* _Exercise aim_: Restate verbatim the span of lines below between the line with "be a positive" and the line with "out] for convolutions", including those two lines, and only that span.

* _Data provided_:

def _check_entry(path: Path, entry: dict[str, Any]) -> None:
    """Keys and value types of one ``[[layer]]`` entry."""
    if not isinstance(entry.get("name"), str) or not entry["name"]:
        raise LoadError(path, "every layout [[layer]] needs a 'name'")
    declares = "weight" in entry
    allowed = _DECLARE_KEYS if declares else _ADJUST_KEYS
    unknown = sorted(set(entry) - allowed)
    if unknown:
        extra = (
            "" if declares else " ('bias', 'axes' and 'groups' need a 'weight': a declared layer)"
        )
        raise _layout_error(
            path, entry, f"unknown key(s) {unknown}; allowed: {sorted(allowed)}{extra}"
        )
    if entry.get("orientation", "out-in") not in ("out-in", "in-out"):
        raise _layout_error(path, entry, 'orientation must be "out-in" or "in-out"')
    if entry.get("activation", "unknown") not in _ACTIVATIONS:
        raise _layout_error(path, entry, f"unknown activation {entry['activation']!r}")
    if entry.get("kind", "dense") not in _KINDS:
        raise _layout_error(path, entry, f"unknown kind {entry['kind']!r}")
    sources = entry.get("inputs-from", [])
    if not isinstance(sources, list) or not all(isinstance(x, str) for x in sources):
        raise _layout_error(path, entry, "inputs-from must be a list of layer names")
    if not declares:
        return
    for key in ("weight", "bias"):
        if key in entry and (not isinstance(entry[key], str) or not entry[key]):
            raise _layout_error(path, entry, f"{key} must be a tensor name")
    if "kind" in entry and _KINDS[entry["kind"]] not in _DECLARABLE:
        raise _layout_error(
            path,
            entry,
            f"kind {entry['kind']!r} cannot be declared (declare each gate's matrix as dense)",
        )
    axes = entry.get("axes")
    if axes is not None and (
        not isinstance(axes, list)
        or not all(isinstance(a, int) and not isinstance(a, bool) for a in axes)
    ):
        raise _layout_error(path, entry, "axes must be a list of stored axis numbers")
    if axes is not None and "orientation" in entry:
        raise _layout_error(path, entry, "give either axes or orientation, not both")
    groups = entry.get("groups", 1)
    if isinstance(groups, bool) or not isinstance(groups, int) or groups < 1:
        raise _layout_error(path, entry, "groups must be a positive integer")


@dataclass(frozen=True, slots=True)
class _Axes:
    """Canonical view of a declared weight: ``np.transpose(stored, axes)``."""

    axes: tuple[int, ...]

    def __call__(self, array: np.ndarray) -> np.ndarray:
        return np.transpose(array, self.axes)


def _declared_axes(entry: Mapping[str, Any], ndim: int, default: str) -> tuple[int, ...]:
    """Stored axis for each canonical axis ``[out, in/groups, *kernel]``."""
    if "axes" in entry:
        return tuple(entry["axes"])
    if entry.get("orientation", default) == "out-in":
        return tuple(range(ndim))
    # "in-out": [in, out] for 2-D weights, [*kernel, in/groups, out] for convolutions
    # (the TensorFlow/Keras/Flax order).
    return (ndim - 1, ndim - 2, *range(ndim - 2))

* _Response below_:
        raise _layout_error(path, entry, "groups must be a positive integer")


@dataclass(frozen=True, slots=True)
class _Axes:
    """Canonical view of a declared weight: ``np.transpose(stored, axes)``."""

    axes: tuple[int, ...]

    def __call__(self, array: np.ndarray) -> np.ndarray:
        return np.transpose(array, self.axes)


def _declared_axes(entry: Mapping[str, Any], ndim: int, default: str) -> tuple[int, ...]:
    """Stored axis for each canonical axis ``[out, in/groups, *kernel]``."""
    if "axes" in entry:
        return tuple(entry["axes"])
    if entry.get("orientation", default) == "out-in":
        return tuple(range(ndim))
    # "in-out": [in, out] for 2-D weights, [*kernel, in/groups, out] for convolutions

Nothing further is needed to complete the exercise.